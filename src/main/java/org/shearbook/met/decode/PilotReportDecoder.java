package org.shearbook.met.decode;

import java.time.Duration;
import java.time.Instant;
import java.util.ArrayList;
import java.util.List;
import java.util.regex.Matcher;
import java.util.regex.Pattern;
import org.jspecify.annotations.Nullable;
import org.shearbook.met.decode.DecodedAirReport.Cloud;
import org.shearbook.met.decode.DecodedAirReport.Place;
import org.shearbook.met.decode.DecodedAirReport.ReportClass;
import org.shearbook.met.decode.DecodedAirReport.TurbulenceLayer;
import org.shearbook.met.decode.PilotReportGroups.Tag;
import org.shearbook.met.profile.Units;
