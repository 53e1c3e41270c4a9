package org.shearbook.desk.audit;

import java.time.Instant;

/**
 * The moment whose knowledge a read shows: the newest version with {@code recorded_at <= moment}. Because
 * {@code recorded_at} never runs backwards, what a past moment showed once it shows for ever.
 */
public record AsKnownAt(Instant moment) {

    private static final Instant ALL_THERE_IS = Instant.parse("9999-12-31T00:00:00Z");

    /** All that is known now. */
    public static AsKnownAt now() {
        return new AsKnownAt(ALL_THERE_IS);
    }

    public boolean isNow() {
        return moment.equals(ALL_THERE_IS);
    }
}
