package org.shearbook.desk.staff.web;

import static org.hamcrest.Matchers.containsString;
import static org.springframework.security.test.web.servlet.request.SecurityMockMvcRequestPostProcessors.csrf;
import static org.springframework.security.test.web.servlet.request.SecurityMockMvcRequestPostProcessors.user;
import static org.springframework.test.web.servlet.request.MockMvcRequestBuilders.get;
import static org.springframework.test.web.servlet.request.MockMvcRequestBuilders.post;
import static org.springframework.test.web.servlet.result.MockMvcResultMatchers.content;
import static org.springframework.test.web.servlet.result.MockMvcResultMatchers.header;
import static org.springframework.test.web.servlet.result.MockMvcResultMatchers.jsonPath;
import static org.springframework.test.web.servlet.result.MockMvcResultMatchers.redirectedUrl;
import static org.springframework.test.web.servlet.result.MockMvcResultMatchers.status;

import org.junit.jupiter.api.Test;
import org.shearbook.testing.OnH2;
import org.springframework.beans.factory.annotation.Autowired;
import org.springframework.http.MediaType;
import org.springframework.test.web.servlet.MockMvc;

/** Who comes in, and what is said to those who don't. */
@OnH2
class AccessRulesControllerTests {

    @Autowired MockMvc mvc;

    @Test
    void aPageAsksForSignInAndAScriptIsToldWhatToSend() throws Exception {
        mvc.perform(get("/staff")).andExpect(status().isFound()).andExpect(redirectedUrl("/login"));
        mvc.perform(get("/api/v1/stations")).andExpect(status().isUnauthorized())
                .andExpect(content().contentType(MediaType.APPLICATION_PROBLEM_JSON))
                .andExpect(jsonPath("$.code").value("NOT_SIGNED_IN"));
    }

    @Test
    void anUnknownKeyIsRefusedAndTheDemonstrationsKeyIsUnknownOutsideTheDemonstration() throws Exception {
        for (String key : new String[] {"something", "ennersund-demo", ""}) {
            mvc.perform(get("/api/v1/stations").header("Authorization", "Bearer " + key)).andExpect(status().isUnauthorized())
                    .andExpect(jsonPath("$.code").value("KEY_NOT_KNOWN"));
        }
    }

    @Test
    void aFormWithoutItsTokenIsRefused() throws Exception {
        mvc.perform(post("/staff/desk-holdings").with(user("forecaster-b").roles("FORECASTER"))).andExpect(status().isForbidden());
    }

    @Test
    void theBrowserIsToldToLoadNothingFromElsewhere() throws Exception {
        mvc.perform(get("/login")).andExpect(status().isOk())
                .andExpect(header().string("Content-Security-Policy", containsString("script-src 'self'")))
                .andExpect(header().string("X-Frame-Options", "DENY"))
                .andExpect(content().string(containsString("<!DOCTYPE html>")))
                .andExpect(content().string(containsString("name=\"username\"")));
    }

    @Test
    void withoutPeopleNobodySignsIn() throws Exception {
        mvc.perform(post("/login").with(csrf()).param("username", "forecaster-b").param("password", "ennersund"))
                .andExpect(redirectedUrl("/login?error"));
    }

    @Test
    void metricsAreForTheAdministratorAlone() throws Exception {
        mvc.perform(get("/actuator/prometheus").with(user("forecaster-b").roles("FORECASTER"))).andExpect(status().isForbidden());
        mvc.perform(get("/actuator/health")).andExpect(status().isOk());
    }
}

- - - - - - -

**The problem:** Determine how many lines of the listing above hold the word "return". Report that number without anything else.

**Result of the task:** 2